Fig 3. MrvR does not affect establishment or maintenance of vaginal colonization.

Adult nonpregnant C57/BLJ mice were vaginally colonized with wild type (WT) 10/84 or ΔmrvR. Neither the colonization density at the initial swab 48 hours after inoculation (A; t test) nor duration of colonization (B; Mantel-Cox test) showed significant differences (CFU: colony forming units, ns: not significant).

Fig 4. MrvR has a significant effect on the outcome of chorioamnionitis.

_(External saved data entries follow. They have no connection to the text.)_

"""Print the bits of a small freezing run, one column and a block of three: run with numba's compiler on and off."""

from __future__ import annotations

import hashlib
import sys

import numpy as np

from soiltemp import Layer, Material, Profile
from soiltemp.solver.march import march_block
from tests.helpers.columns import DAY, HOUR, column_of, march_column


def digest() -> str:
    """Hash of all numbers that come out."""
    silt = Material("silt", 1.2, 1.9, 2.8e6, 2.1e6, 110e6)
    sand = Material("sand", 2.2, 3.2, 2.6e6, 2.0e6, 70e6, freezing_range=0.01)
    grid = np.linspace(0.0, 0.3, 9), np.linspace(0.3, 2.0, 11)
    column = column_of(Profile([Layer(silt, 0.3), Layer(sand, 1.7)]), *grid)
    seconds = np.arange(0.0, 12 * DAY + 1, 6 * HOUR)
    surface = 2.0 - 9.0 * np.sin(2 * np.pi * seconds / (9 * DAY)) + 3.0 * np.cos(2 * np.pi * seconds / DAY)
    alone = march_column(column, seconds, surface, 1.0, base_flux=0.05, tolerance=0.02, watch=2)
    block = march_block(
        column.table[None], np.zeros(3, dtype=np.int64), alone.schedule, np.stack([surface, surface - 1.0]),
        np.array([0, 1, 0]), np.full((3, column.depths.size), 1.0), base_flux=np.full(3, 0.05), watch=2, tolerance=0.02,
    )  # fmt: skip
    counters = alone.run.counters
    if min(counters["rescues"], counters["factorisations"], counters["halvings"]) == 0:
        raise RuntimeError("the case is too tame")
    parts = (alone.run.temperature, alone.run.heat, alone.run.end, block.temperature, block.heat, block.end)
    return hashlib.sha256(b"".join(np.ascontiguousarray(part).tobytes() for part in parts)).hexdigest()


if __name__ == "__main__":
    sys.stdout.write(digest())
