"""Recorded ground temperatures beside the checkout, and a check that probes are at the depth they claim."""

from __future__ import annotations

import csv
from dataclasses import dataclass
from pathlib import Path

import numpy as np
import xarray as xr

FOLDER = Path(__file__).parents[3] / "shared" / "data" / "uscrn_2020_daily"
PROBES = (0.05, 0.10, 0.20, 0.50, 1.00)

LARGEST_DAMPING_DEPTH = 5.0
"""Of the annual wave [m]: sound rock with a diffusivity of 2.2e-6 m2/s has 4.7 m, wet ground 2 to 3 m."""


@dataclass(frozen=True)
class Probes:
    """Daily mean temperatures of one year, by depth; NaN where missing."""

    station: str
    time: np.ndarray
    celsius: dict[float, np.ndarray]

    def filled(self, depth: float) -> np.ndarray:
        """Gaps filled by straight lines."""
        values = self.celsius[depth]
        known = np.isfinite(values)
        index = np.arange(values.size)
        return np.interp(index, index[known], values[known])

    def series(self, depth: float) -> xr.DataArray:
        """As a record of daily means."""
        return xr.DataArray(self.filled(depth), {"time": self.time}, "time", attrs={"cell_methods": "time: mean"})


def read_station(station: str) -> Probes:
    """Read the file of a station."""
    (path,) = FOLDER.glob(f"{station}_*.csv")
    with path.open(newline="") as file:
        rows = list(csv.DictReader(file))
    return Probes(
        station,
        np.array([row["lst_date"] for row in rows], dtype="datetime64[ns]"),
        {
            depth: np.array([float(row[f"soil_temp_{round(100 * depth)}_daily"] or "nan") for row in rows])
            for depth in PROBES
        },
    )


def annual_amplitude(values: np.ndarray) -> float:
    """Amplitude of the annual wave [K]."""
    angle = 2 * np.pi * np.arange(values.size) / values.size
    return float(abs(2 * np.mean(values * np.exp(-1j * angle))))


def doubtful_probes(probes: Probes) -> dict[float, str]:
    """Probes whose annual wave is hardly weaker than that of the shallowest one: they cannot be at their depth.

    From amplitudes A the damping depth of the ground between two probes is dz / ln(A1 / A2); freezing and snow only
    make it smaller. No ground has more than `LARGEST_DAMPING_DEPTH`.
    """
    first = PROBES[0]
    top = annual_amplitude(probes.filled(first))
    found = {}
    for depth in PROBES[1:]:
        amplitude = annual_amplitude(probes.filled(depth))
        damping = (depth - first) / np.log(top / amplitude) if amplitude < top else np.inf
        if damping > LARGEST_DAMPING_DEPTH:
            found[depth] = (
                f"{probes.station}, probe at {depth:g} m: found an annual amplitude of {amplitude:.1f} K under one of "
                f"{top:.1f} K at {first:g} m, a damping depth of {damping:.1f} m; allowed: up to "
                f"{LARGEST_DAMPING_DEPTH:g} m; leave the probe out."
            )
    return found
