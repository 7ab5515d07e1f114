"""The checkers of CF files, without a network: compliance-checker (CF 1.11, ACDD 1.3) and cfchecks (CF up to 1.8)."""

from __future__ import annotations

import json
import shutil
from pathlib import Path

import netCDF4

AREA_TYPES = """<?xml version="1.0"?>
<area_type_table><version_number>1</version_number><date>2020-01-01</date><entry id="land"/></area_type_table>
"""
REGIONS = """<?xml version="1.0"?>
<standardized_region_list><version_number>1</version_number><date>2020-01-01</date><entry id="global"/>
</standardized_region_list>
"""


def compliance_messages(path: Path, checker: str, folder: Path) -> list[str]:
    """What compliance-checker says, as "priority: check: message".

    Its JSON repeats, among the low priorities, a check that passes ("... crosses 1582"): results with full marks are
    left out.
    """
    from compliance_checker.runner import CheckSuite, ComplianceChecker

    CheckSuite.load_all_available_checkers()
    report = folder / "compliance.json"
    ComplianceChecker.run_checker(
        str(path), [checker], verbose=0, criteria="strict", output_filename=str(report), output_format="json"
    )
    found = json.loads(report.read_text(encoding="utf-8"))[checker]
    return [
        f"{priority}: {check['name']}: {text}"
        for priority in ("high", "medium", "low")
        for check in found[f"{priority}_priorities"]
        if check["value"][0] < check["value"][1]
        for text in check["msgs"] or ["failed without a message"]
    ]


def cfchecks_messages(path: Path, folder: Path) -> list[str]:
    """Errors and warnings of cfchecks, for a copy that calls itself CF-1.8, the newest it knows."""
    import compliance_checker
    from cfchecker.cfchecks import CFChecker

    copy = folder / "as_cf_1_8.nc"
    shutil.copyfile(path, copy)
    with netCDF4.Dataset(copy, "a") as file:
        file.Conventions = "CF-1.8"
    areas, regions = folder / "areas.xml", folder / "regions.xml"
    areas.write_text(AREA_TYPES, encoding="utf-8")
    regions.write_text(REGIONS, encoding="utf-8")
    names = Path(compliance_checker.__file__).parent / "data" / "cf-standard-name-table.xml"
    checker = CFChecker(
        cfStandardNamesXML=str(names), cfAreaTypesXML=str(areas), cfRegionNamesXML=str(regions), silent=True
    )
    results = checker.checker(str(copy))
    places = {"global": results["global"], **results["variables"]}
    return [
        f"{kind}: {place}: {text}"
        for place, found in places.items()
        for kind in ("FATAL", "ERROR", "WARN")
        for text in found[kind]
    ]
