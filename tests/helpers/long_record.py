"""A record of 35 winters to study, and its winters counted in the plainest way."""

from __future__ import annotations

from pathlib import Path

import numpy as np

from tests.helpers.invented import days_of_years, write_days

YEARS = 36
"""Calendar years of the record: 35 whole winters, and half of one at either end."""


def long_record(folder: Path, years: int = YEARS, *, header: str = "t_air [degC]", fahrenheit: bool = False) -> Path:
    """Write the daily record; in it winters drift warmer by 0.05 K a year, and three days are missing."""
    days, celsius = days_of_years(years, seed=7)
    celsius = np.round(celsius - 3.0 + 0.05 * np.arange(days.size) / 365.25, 1)
    values = 32.0 + 1.8 * celsius if fahrenheit else celsius
    values = values.copy()
    values[4000:4003] = np.nan
    write_days(folder / "air.csv", days, values, header)
    return folder / "air.csv"


def plain_winters(path: Path, shift: float = 0.0) -> dict[str, tuple[float, float]]:
    """Label -> index by the curve and by the sum [K day] of each frost year from 1 July, day by day."""
    rows = [line.split(",") for line in path.read_text().split("\n")[1:] if line]
    known = [n for n, (_, value) in enumerate(rows) if value]
    values = np.interp(range(len(rows)), known, [float(rows[n][1]) for n in known]) + shift
    found: dict[str, tuple[float, float]] = {}
    first = int(rows[0][0][:4])
    for year in range(first, first + len(rows) // 365):
        inside = [n for n, (day, _) in enumerate(rows) if f"{year}-07-01" <= day < f"{year + 1}-07-01"]
        if len(inside) < 365:
            continue
        total = highest = fall = below = 0.0
        for n in inside:
            total += values[n]
            below += max(-values[n], 0.0)
            highest = max(highest, total)
            fall = max(fall, highest - total)
        found[f"{year}-{(year + 1) % 100:02d}"] = (fall, below)
    return found
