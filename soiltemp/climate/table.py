"""A text table from the bytes of a file: encoding, comments, delimiter, header, rows of equal width.

Whatever the bytes are, the answer is a :class:`TextTable` or one :class:`~soiltemp.errors.DataFileError`.

A plain body (ASCII, no comments, every row of the right width, quotation marks around whole cells only) is cut into
cells by the places of its delimiters, a column at a time: forty years of hours in a tenth of a second. Any other body
goes through the `csv` module row by row, which also finds the line of a fault.
"""

from __future__ import annotations

import csv
import io
import math
import re
from collections.abc import Callable, Sequence
from dataclasses import dataclass, replace

import numpy as np
import numpy.typing as npt
import pandas as pd

from soiltemp.climate.moments import show_value
from soiltemp.errors import DataFileError, message

__all__ = ["Cells", "TextTable", "is_number", "read_numbers", "read_table"]

Cells = Sequence[str] | npt.NDArray[np.str_]
"""Cells of one column: an array where the body is plain, else a list."""

_EXPORT = "export the record again as plain text with one header line"
_SIGNATURES = (
    (b"PK\x03\x04", "a zip archive (or a spreadsheet workbook)"),
    (b"\x1f\x8b", "a gzip archive"),
    (b"%PDF", "a PDF document"),
    (b"\xd0\xcf\x11\xe0", "an old spreadsheet workbook"),
    (b"\x89PNG", "a PNG picture"),
)
_NUMBER = re.compile(r"[+-]?(?:[0-9]+\.?[0-9]*|\.[0-9]+)(?:[eE][+-]?[0-9]+)?")
_DECIMALS = re.compile(r"[.,]([0-9]+)$")
_DELIMITERS = ((";", "semicolon"), ("\t", "tab"), (",", "comma"))
_NAMES = dict(_DELIMITERS)


_MISSING_WORDS = frozenset(
    [
        "na",
        "n/a",
        "nan",
        "null",
        "none",
        "nil",
        "nodata",
        "m",
        "missing",
        "-",
        "--",
        "---",
        ".",
        "#n/a",
        "#value!",
        "#div/0!",
        "#num!",
    ]
)
_SAMPLE = 50  # rows from which the kind of a column is told
_WIDEST = 64  # letters of a cell that is cut out by places; wider ones would make the arrays huge
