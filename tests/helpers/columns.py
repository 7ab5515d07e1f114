"""Short ways to ground, forcing and marches, shared by the tests of the solver and of the study."""

from __future__ import annotations

from dataclasses import dataclass

import numpy as np
import xarray as xr

from soiltemp import Layer, Material, Profile
from soiltemp.column import Column
from soiltemp.solver.march import March, Schedule, make_schedule, march

HOUR = 3600.0
DAY = 86400.0
YEAR = 365 * DAY


def inert(conductivity: float, heat_capacity: float, name: str = "inert") -> Material:
    """A material without water, the same frozen and thawed."""
    return Material(name, conductivity, conductivity, heat_capacity, heat_capacity, 0.0)


def uniform(material: Material, base: float) -> Profile:
    """One layer."""
    return Profile([Layer(material, base)])


def points(
    seconds: np.ndarray | list[float], celsius: np.ndarray | list[float], start: str = "2020-01-01"
) -> xr.DataArray:
    """Point values of a surface temperature from `start` on."""
    since = np.round(np.asarray(seconds, dtype=np.float64) * 1e9).astype("timedelta64[ns]")
    return xr.DataArray(celsius, dims="time", coords={"time": np.datetime64(start, "ns") + since})


def constant(celsius: float, days: float) -> xr.DataArray:
    """A surface temperature that stays."""
    return points([0.0, days * DAY], [celsius, celsius])


def seconds_of(result: xr.Dataset) -> np.ndarray:
    """Output times since the first [s]."""
    time = result["time"].values
    return (time - time[0]) / np.timedelta64(1, "ns") / 1e9


def wave_of(result: xr.Dataset, period: float) -> np.ndarray:
    """Complex amplitude at each depth, convention Re(A exp(i omega t)), by least squares over the output times."""
    angle = 2 * np.pi * seconds_of(result) / period
    basis = np.stack([np.ones_like(angle), np.cos(angle), np.sin(angle)], axis=1)
    _, cosine, sine = np.linalg.lstsq(basis, result["ground_temperature"].values, rcond=None)[0]
    return cosine - 1j * sine


def column_of(profile: Profile, *element_depths: np.ndarray) -> Column:
    """A column on a grid of one's own: for each layer the node depths from its top to its base."""
    depths, layer = [0.0], []
    for index, nodes in enumerate(element_depths):
        depths.extend(nodes[1:])
        layer.extend([index] * (len(nodes) - 1))
    return Column(profile, np.array(depths), np.array(layer, dtype=np.int64))


@dataclass(frozen=True)
class Marched:
    """A march and the schedule it went through."""

    run: March
    schedule: Schedule

    @property
    def temperature(self) -> np.ndarray:
        return self.run.temperature


def march_column(
    column: Column,
    seconds: np.ndarray | list[float],
    surface: np.ndarray | list[float],
    start: np.ndarray | float,
    *,
    outputs: np.ndarray | list[float] | None = None,
    max_step: float = np.inf,
    base_flux: float = 0.0,
    watch: int = 1,
    tolerance: float = np.inf,
) -> Marched:
    """March a column; outputs at the knots of the forcing where none are given."""
    knots = np.asarray(seconds, dtype=np.float64)
    schedule = make_schedule(
        knots,
        np.asarray(surface, dtype=np.float64),
        knots if outputs is None else np.asarray(outputs, dtype=np.float64),
        max_step=max_step,
    )
    begin = np.broadcast_to(np.asarray(start, dtype=np.float64), column.depths.shape).copy()
    run = march(column.table, schedule, begin, base_flux=base_flux, watch=watch, tolerance=tolerance)
    return Marched(run, schedule)
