"""Invented air records: a periodic climate with weather on it that remembers itself."""

from __future__ import annotations

import numpy as np
import xarray as xr

DAY = 86400.0
GREGORIAN = 365.2425


def record(
    start: str,
    days: int,
    *,
    mean: float = 5.0,
    amplitude: float = 14.0,
    coldest: str = "2000-01-20",
    noise: float = 0.0,
    memory: float = 0.0,
    seed: int = 1,
    every: str = "D",
) -> xr.DataArray:
    """Daily means (every="D") or hourly points (every="h"); `memory` is the correlation from one value to the next."""
    step = np.timedelta64(1, every)
    count = days if every == "D" else 24 * days + 1
    times = np.datetime64(start, "ns") + np.arange(count) * step
    middle = times + (np.timedelta64(12, "h") if every == "D" else np.timedelta64(0, "h"))
    phase = (middle - np.datetime64(coldest, "ns")) / np.timedelta64(1, "ns") / 1e9 / DAY / GREGORIAN
    values = mean - amplitude * np.cos(2 * np.pi * phase) + noise * persistent(count, memory, seed)
    labels = {"cell_methods": "time: mean", "interval": "1 D"} if every == "D" else {"cell_methods": "time: point"}
    return xr.DataArray(values, {"time": times}, "time", attrs={"units": "degree_Celsius", **labels})


def persistent(count: int, memory: float, seed: int) -> np.ndarray:
    """Noise with unit variance, each value `memory` times the one before and something new."""
    from scipy.signal import lfilter

    fresh = np.random.default_rng(seed).normal(size=count + 500)
    return lfilter([np.sqrt(1 - memory**2)], [1.0, -memory], fresh)[500:]


def daily(start: str, celsius: list[float] | np.ndarray) -> xr.DataArray:
    """Daily means from `start` on."""
    times = np.datetime64(start, "ns") + np.arange(len(celsius)) * np.timedelta64(1, "D")
    return xr.DataArray(np.asarray(celsius, dtype=float), {"time": times}, "time", attrs={"cell_methods": "time: mean"})
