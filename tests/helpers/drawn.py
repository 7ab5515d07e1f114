"""What the tests of the figures share: makers, and ways into a drawn figure."""

from __future__ import annotations

from typing import Any

import numpy as np
from bokeh.models import ColumnDataSource, Title

from soiltemp.figures import make_envelope, make_frost, make_temperatures, make_time_depth

FOOT = 0.3048  # m, exactly: NIST Special Publication 811 (2008), appendix B.8
FLOAT32 = 4e-7  # relative rounding of float32, three bits spared for the conversion before it

LAYERS = (("silt", 0.0, 1.5), ("sand, saturated", 1.5, 8.0))
LINE = ("1.8 m", "0.3 m")

MAKERS = {
    "envelope": lambda result, **more: make_envelope(result, **more),
    "time_depth": lambda result, **more: make_time_depth(result, **more),
    "frost": lambda result, **more: make_frost(result, **more),
    "temperatures": lambda result, **more: make_temperatures(result, [0.5, "1 m", 2.0], **more),
}


def sources(drawn: Any) -> list[ColumnDataSource]:
    """The sources of a figure, in the order in which they are drawn."""
    return list({renderer.data_source.id: renderer.data_source for renderer in drawn.renderers}.values())


def source_with(drawn: Any, *columns: str) -> ColumnDataSource:
    found = [source for source in sources(drawn) if set(columns) <= set(source.data)]
    assert len(found) == 1, [list(source.data) for source in sources(drawn)]
    return found[0]


def curves_of(drawn: Any) -> dict[str, Any]:
    """Data of the curves of an envelope; its few-depths markers are in a source of the same columns."""
    (curves,) = (s.data for s in sources(drawn) if "mean_temperature" in s.data and len(s.data["depth"]) > 20)
    return dict(curves)


def polygons(drawn: Any) -> dict[str, Any]:
    (glyphs,) = (r for r in drawn.renderers if type(r.glyph).__name__ == "MultiPolygons")
    return dict(glyphs.data_source.data)


def area(ground: dict[str, Any]) -> float:
    """Area of polygons with holes, the holes running the other way round [day m]."""
    total = 0.0
    for xs, ys in zip(ground["x"], ground["y"], strict=True):
        for ring_x, ring_y in zip(xs[0], ys[0], strict=True):
            x, y = (np.asarray(ring_x) - np.asarray(ring_x)[0]) / 86400e3, np.asarray(ring_y, dtype=float)
            total += 0.5 * float(np.sum(x * np.roll(y, -1) - np.roll(x, -1) * y))
    return abs(total)


def texts(drawn: Any) -> str:
    return " | ".join(title.text for title in drawn.select(Title))


def luminance(color: str) -> float:
    """Relative luminance, WCAG 2.1 (W3C Recommendation, 2018), definitions."""
    parts = [int(color[n : n + 2], 16) / 255.0 for n in (1, 3, 5)]
    red, green, blue = (c / 12.92 if c <= 0.03928 else ((c + 0.055) / 1.055) ** 2.4 for c in parts)
    return 0.2126 * red + 0.7152 * green + 0.0722 * blue
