#[test]
fn every_file_asked_for_is_delivered_the_record_last() {
    let folder = fixtures::folder();
    let targets = targets(folder.path());
    let mut record = fixtures::record();
    let written = deliver(&mut record, &fixtures::surface(), &targets, &Printing::default()).unwrap();
    let names: Vec<_> = written.iter().map(|p| p.file_name().unwrap().to_str().unwrap()).collect();
    let expected =
        ["surface.vtu", "answers.txt", "matrix.csv", "matrix_long.csv", "netlist.cir", "record.json"];
    assert_eq!(names, expected, "in the order written");
    assert_eq!(names_in(&folder.path().join("out")).len(), 6, "and nothing beside them");
    assert_eq!(store::read(&targets.record).unwrap(), record, "the record given back is the one written");
    let surface = fs::read(&targets.surface).unwrap();
    assert_eq!(record.surface_file.path, "surface.vtu", "its name beside the record");
    assert_eq!(record.surface_file.sha256, amberskin::record::sha256(&surface), "its hash");
    let sheet = fs::read_to_string(targets.answers.unwrap()).unwrap();
    assert!(sheet.contains(&record.surface_file.sha256), "the hash stands on the sheet");
    let again: Vec<Vec<u8>> = written.iter().map(|path| fs::read(path).unwrap()).collect();
    deliver(&mut record, &fixtures::surface(), &self::targets(folder.path()), &Printing::default()).unwrap();
    for (path, bytes) in written.iter().zip(again) {
        assert!(fs::read(path).unwrap() == bytes, "{}: the same bytes twice", path.display());
    }
}

/// `FIPS 180-4` test vector.
#[test]
fn the_hash_is_sha_256() {
    let abc = "ba7816bf8f01cfea414140de5dae2223b00361a396177a9cb410ff61f20015ad";
    assert_eq!(amberskin::record::sha256(b"abc"), abc);
}

#[cfg(unix)]
#[test]
fn delivered_files_have_the_permissions_of_any_new_file() {
    use std::os::unix::fs::PermissionsExt;
    let folder = fixtures::folder();
    let targets = targets(folder.path());
    deliver(&mut fixtures::record(), &fixtures::surface(), &targets, &Printing::default()).unwrap();
    let plain = folder.path().join("plain");
    fs::write(&plain, "").unwrap();
    let mode = |path: &Path| fs::metadata(path).unwrap().permissions().mode();
    assert_eq!(mode(&targets.record), mode(&plain), "not the 0600 of a temporary file");
}

#[test]
fn what_cannot_be_delivered_leaves_nothing_behind() {
    let folder = fixtures::folder();
    let tried = |change: &dyn Fn(&mut Record, &mut SurfaceTable, &mut Targets)| {
        let mut targets = targets(folder.path());
        let (mut record, mut surface) = (fixtures::record(), fixtures::surface());
        change(&mut record, &mut surface, &mut targets);
        let error = deliver(&mut record, &surface, &targets, &Printing::default()).unwrap_err();
        assert!(!folder.path().join("out").exists(), "nothing was written: {error}");
        error
    };
    let error = tried(&|r, _, _| r.earth_farad[0] = f64::NAN);
    assert!(matches!(&error, ReportError::Record { path, .. } if path.ends_with("record.json")), "{error}");
    let error = tried(&|_, s, _| s.residual[1][3][5] = f64::NAN);
    let problem = TableProblem::NotFinite { array: "residual".into(), panel: 3 };
    assert!(matches!(&error, ReportError::Table { problem: p, .. } if *p == problem), "{error}");
    let error = tried(&|_, s, _| s.row[2] = 2);
    assert!(matches!(error, ReportError::Table { problem: TableProblem::Index { panel: 2 }, .. }), "{error}");
    let error = tried(&|_, _, t| t.netlist = Some(t.record.with_file_name("matrix_long.csv")));
    assert!(matches!(error, ReportError::SameName { .. }), "{error}");
    fs::write(folder.path().join("file"), "").unwrap();
    let error = tried(&|_, _, t| t.surface = folder_in_the_way(t));
    assert!(matches!(&error, ReportError::Folder { path, .. } if path.ends_with("file")), "{error}");
}

/// A path below a plain file.
fn folder_in_the_way(targets: &Targets) -> PathBuf {
    targets.record.parent().unwrap().with_file_name("file").join("surface.vtu")
}

#[test]
fn the_answer_sheet_reads_as_agreed() {
    let mut record = fixtures::record();
    record.surface_file.path = "surface.vtu".into();
    record.surface_file.sha256 = "cd".repeat(32);
    let sheet = answers::sheet(&record, &printing::of_record(&record));
    golden::check("answers.txt", &sheet, 0.0);
}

Pregnant BALB/c mice were vaginally colonized with wild type (WT) or knockout (KO) 10/84 on pregnancy day 13. Pregnancies were monitored until day 17 or preterm delivery, whichever came first. On day 17, mice that remained pregnant were dissected and evaluated for vaginal colonization and chorioamnionitis. While none of the KO-colonized mice with chorioamnionitis delivered preterm, 8 of 11 WT-colonized mice delivered early. One WT-colonized mouse did not develop chorioamnionitis (A-B; *** p<0.005; Mantel-Cox test). Dissected pregnancy tissue was homogenized and quantified, showing a difference in invasion density in amniotic fluid (AF) but not in fetal or placental tissue (C, ** p<0.01; t test, error bars show interquartile ranges surrounding medians; ns: not significant).

Fig 5. MrvR affects GBS invasiveness and lethality in a sepsis model.

BALB/c mice were infected intraperitoneally with wild type (WT) 10/84 or ΔmrvR, both bearing a plasmid to allow in vivo tracking of a luciferase signal. There was a significant difference in outcome between the two strains (A, **** p<0.001 Mantel-Cox test). Mice were imaged daily (B) until they either died (red boxes) or completely cleared the luciferase signal (green circles). Mice that cleared the luciferase signal were monitored for the following five days and remained well.

Fig 6. Analysis of the MrvR regulon reveals widespread effects with emphasis on genes involved in nucleotide metabolism.

RNA-seq analysis of wild type (WT) and ΔmrvR 10/84 at three growth timepoints showed extensive regulation across the chromosome in all phases of growth (A, expression log₂ fold-change shown relative to WT). A phage island (Φ) with significant differences from WT is noted, as are the udp gene (stars) and mrvR, which was deleted in the knockout strain. Principal component analysis showed isolated clustering of the late log phase replicates of the knockout strain (B). Gene set enrichment analysis showed that, across all three bacterial growth phases tested, the KEGG pathways most influenced by the presence of MrvR were pyrimidine and purine metabolism (C), which is also shown in volcano plots (D-F). Panel G shows specific genes of the de novo and salvage pathways of pyrimidine metabolism in GBS whose expression is significantly affected by the presence of MrvR (KO = ΔmrvR knockout; EL = early log; LL = late log; S = stationary).